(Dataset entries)

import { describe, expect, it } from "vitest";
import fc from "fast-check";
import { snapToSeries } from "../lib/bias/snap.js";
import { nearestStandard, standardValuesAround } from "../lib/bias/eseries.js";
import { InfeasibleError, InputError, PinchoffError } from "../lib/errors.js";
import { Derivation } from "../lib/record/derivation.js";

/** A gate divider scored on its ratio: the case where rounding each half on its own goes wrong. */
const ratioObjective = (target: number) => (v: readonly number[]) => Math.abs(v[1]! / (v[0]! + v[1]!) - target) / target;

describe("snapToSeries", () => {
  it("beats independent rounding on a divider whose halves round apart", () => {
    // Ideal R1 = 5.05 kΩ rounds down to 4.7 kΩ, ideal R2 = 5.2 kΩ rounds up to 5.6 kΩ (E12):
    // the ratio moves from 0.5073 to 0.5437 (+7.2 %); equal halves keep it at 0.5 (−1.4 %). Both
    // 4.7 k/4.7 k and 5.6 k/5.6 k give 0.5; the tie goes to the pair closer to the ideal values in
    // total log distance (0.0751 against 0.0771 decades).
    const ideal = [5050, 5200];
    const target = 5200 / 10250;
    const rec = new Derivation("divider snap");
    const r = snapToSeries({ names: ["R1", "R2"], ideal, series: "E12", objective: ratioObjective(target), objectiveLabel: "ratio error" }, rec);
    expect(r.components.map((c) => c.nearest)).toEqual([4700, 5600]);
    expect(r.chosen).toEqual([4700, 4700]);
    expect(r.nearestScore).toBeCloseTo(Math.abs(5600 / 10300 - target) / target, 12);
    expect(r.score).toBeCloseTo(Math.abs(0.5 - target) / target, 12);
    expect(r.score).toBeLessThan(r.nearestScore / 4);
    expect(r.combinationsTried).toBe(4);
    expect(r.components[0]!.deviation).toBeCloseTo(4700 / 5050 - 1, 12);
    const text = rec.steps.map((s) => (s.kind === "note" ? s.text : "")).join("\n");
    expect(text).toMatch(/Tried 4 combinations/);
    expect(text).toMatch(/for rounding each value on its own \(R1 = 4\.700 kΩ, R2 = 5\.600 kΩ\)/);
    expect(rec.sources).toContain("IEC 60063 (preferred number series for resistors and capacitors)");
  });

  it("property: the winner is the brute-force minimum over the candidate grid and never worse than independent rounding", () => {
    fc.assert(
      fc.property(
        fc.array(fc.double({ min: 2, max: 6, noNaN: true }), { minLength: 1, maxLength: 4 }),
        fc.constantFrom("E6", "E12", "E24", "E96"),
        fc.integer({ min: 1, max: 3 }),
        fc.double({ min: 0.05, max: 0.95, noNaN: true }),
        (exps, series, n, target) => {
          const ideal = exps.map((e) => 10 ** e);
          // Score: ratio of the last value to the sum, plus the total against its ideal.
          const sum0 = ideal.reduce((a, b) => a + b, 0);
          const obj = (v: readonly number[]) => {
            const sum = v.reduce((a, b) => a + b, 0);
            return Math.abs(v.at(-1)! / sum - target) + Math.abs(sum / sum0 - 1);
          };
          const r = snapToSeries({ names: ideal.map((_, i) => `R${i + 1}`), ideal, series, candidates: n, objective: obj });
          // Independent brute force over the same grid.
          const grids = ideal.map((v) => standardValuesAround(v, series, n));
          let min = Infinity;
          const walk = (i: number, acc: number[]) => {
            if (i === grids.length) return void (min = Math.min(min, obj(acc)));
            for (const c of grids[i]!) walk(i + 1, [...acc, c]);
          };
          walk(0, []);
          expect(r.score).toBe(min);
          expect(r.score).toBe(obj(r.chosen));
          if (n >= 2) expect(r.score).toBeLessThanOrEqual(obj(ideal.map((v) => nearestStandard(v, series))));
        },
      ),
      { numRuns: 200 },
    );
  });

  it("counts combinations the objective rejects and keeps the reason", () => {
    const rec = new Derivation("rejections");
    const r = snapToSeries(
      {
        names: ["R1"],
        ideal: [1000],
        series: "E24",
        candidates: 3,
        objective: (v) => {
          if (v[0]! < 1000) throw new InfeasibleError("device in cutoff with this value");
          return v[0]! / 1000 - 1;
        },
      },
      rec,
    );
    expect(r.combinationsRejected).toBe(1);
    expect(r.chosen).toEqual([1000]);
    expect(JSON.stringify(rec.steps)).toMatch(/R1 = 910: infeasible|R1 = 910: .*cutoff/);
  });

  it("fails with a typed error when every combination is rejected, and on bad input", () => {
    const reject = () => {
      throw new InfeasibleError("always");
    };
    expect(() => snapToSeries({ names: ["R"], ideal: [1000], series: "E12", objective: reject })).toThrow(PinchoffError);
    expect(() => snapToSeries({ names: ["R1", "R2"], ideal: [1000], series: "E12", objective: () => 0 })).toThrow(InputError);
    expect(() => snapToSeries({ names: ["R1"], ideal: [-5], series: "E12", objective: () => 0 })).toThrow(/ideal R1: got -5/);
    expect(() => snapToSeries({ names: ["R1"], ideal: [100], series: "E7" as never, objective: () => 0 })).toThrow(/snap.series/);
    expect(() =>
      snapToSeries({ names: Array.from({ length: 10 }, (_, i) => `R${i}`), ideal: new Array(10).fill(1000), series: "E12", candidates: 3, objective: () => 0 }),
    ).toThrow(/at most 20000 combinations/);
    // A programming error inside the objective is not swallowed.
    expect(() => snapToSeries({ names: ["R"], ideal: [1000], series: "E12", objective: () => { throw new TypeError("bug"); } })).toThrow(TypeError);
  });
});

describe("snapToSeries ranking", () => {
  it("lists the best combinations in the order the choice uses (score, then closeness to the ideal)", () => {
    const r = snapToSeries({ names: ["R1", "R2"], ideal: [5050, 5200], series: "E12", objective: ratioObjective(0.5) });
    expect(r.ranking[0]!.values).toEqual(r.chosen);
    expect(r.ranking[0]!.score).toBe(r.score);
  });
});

==

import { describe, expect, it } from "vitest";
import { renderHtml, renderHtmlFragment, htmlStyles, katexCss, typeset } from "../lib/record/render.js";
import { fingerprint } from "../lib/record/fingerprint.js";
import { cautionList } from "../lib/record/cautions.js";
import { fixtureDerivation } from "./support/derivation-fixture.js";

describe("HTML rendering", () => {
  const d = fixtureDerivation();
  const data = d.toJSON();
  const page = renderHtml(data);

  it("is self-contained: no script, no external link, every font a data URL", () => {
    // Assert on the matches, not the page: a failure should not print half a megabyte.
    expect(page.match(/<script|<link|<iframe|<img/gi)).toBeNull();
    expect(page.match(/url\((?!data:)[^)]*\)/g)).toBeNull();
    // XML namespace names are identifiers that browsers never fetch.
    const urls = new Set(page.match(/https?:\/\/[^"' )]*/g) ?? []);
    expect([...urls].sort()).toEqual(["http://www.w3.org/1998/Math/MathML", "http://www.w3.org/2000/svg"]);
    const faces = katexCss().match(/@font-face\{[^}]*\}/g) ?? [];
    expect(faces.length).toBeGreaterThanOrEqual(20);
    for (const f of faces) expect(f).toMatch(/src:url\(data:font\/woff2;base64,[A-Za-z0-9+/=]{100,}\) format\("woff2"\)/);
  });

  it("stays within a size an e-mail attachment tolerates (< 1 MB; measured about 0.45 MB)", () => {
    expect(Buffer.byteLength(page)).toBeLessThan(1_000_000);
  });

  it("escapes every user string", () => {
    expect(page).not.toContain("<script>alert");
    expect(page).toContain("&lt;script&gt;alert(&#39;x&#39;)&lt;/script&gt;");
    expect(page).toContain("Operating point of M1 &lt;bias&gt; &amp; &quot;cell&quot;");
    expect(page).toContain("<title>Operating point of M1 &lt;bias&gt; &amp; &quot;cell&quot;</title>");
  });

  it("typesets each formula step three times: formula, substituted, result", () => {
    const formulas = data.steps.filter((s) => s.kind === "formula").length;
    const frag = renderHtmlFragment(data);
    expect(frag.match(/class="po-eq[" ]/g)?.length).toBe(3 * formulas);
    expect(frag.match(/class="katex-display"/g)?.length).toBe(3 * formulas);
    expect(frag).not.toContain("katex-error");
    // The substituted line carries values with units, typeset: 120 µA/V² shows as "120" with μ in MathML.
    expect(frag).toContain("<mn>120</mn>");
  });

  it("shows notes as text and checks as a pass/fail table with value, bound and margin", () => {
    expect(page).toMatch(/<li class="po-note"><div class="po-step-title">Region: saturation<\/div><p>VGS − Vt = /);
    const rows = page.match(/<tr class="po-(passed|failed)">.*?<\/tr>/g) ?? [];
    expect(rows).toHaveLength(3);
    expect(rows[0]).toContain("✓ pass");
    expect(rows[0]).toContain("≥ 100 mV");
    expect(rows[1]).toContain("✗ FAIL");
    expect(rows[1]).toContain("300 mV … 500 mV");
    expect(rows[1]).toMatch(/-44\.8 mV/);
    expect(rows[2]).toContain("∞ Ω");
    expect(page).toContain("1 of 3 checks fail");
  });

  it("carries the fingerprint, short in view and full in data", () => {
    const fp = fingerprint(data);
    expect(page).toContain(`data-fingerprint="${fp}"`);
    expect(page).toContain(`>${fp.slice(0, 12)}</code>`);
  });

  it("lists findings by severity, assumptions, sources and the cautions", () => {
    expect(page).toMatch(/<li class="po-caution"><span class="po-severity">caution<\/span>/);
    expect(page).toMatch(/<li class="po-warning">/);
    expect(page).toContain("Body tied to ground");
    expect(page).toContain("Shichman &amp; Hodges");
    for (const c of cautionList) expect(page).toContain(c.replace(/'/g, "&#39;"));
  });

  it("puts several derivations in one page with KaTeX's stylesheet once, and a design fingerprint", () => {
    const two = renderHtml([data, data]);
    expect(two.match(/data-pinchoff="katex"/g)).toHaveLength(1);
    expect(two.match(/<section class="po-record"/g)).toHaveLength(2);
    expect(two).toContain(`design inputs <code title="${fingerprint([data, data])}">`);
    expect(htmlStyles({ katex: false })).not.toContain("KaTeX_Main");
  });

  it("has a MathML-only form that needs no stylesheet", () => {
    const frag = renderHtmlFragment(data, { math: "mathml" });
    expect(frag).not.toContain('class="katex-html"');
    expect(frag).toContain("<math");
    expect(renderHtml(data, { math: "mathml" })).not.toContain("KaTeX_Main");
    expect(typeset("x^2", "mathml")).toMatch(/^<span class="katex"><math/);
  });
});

▸ **THE TASK**: Show the lines from the data above that contain the string "severity".

▸ **RESPONSE FOR THIS EXERCISE**:
  it("lists findings by severity, assumptions, sources and the cautions", () => {
    expect(page).toMatch(/<li class="po-caution"><span class="po-severity">caution<\/span>/);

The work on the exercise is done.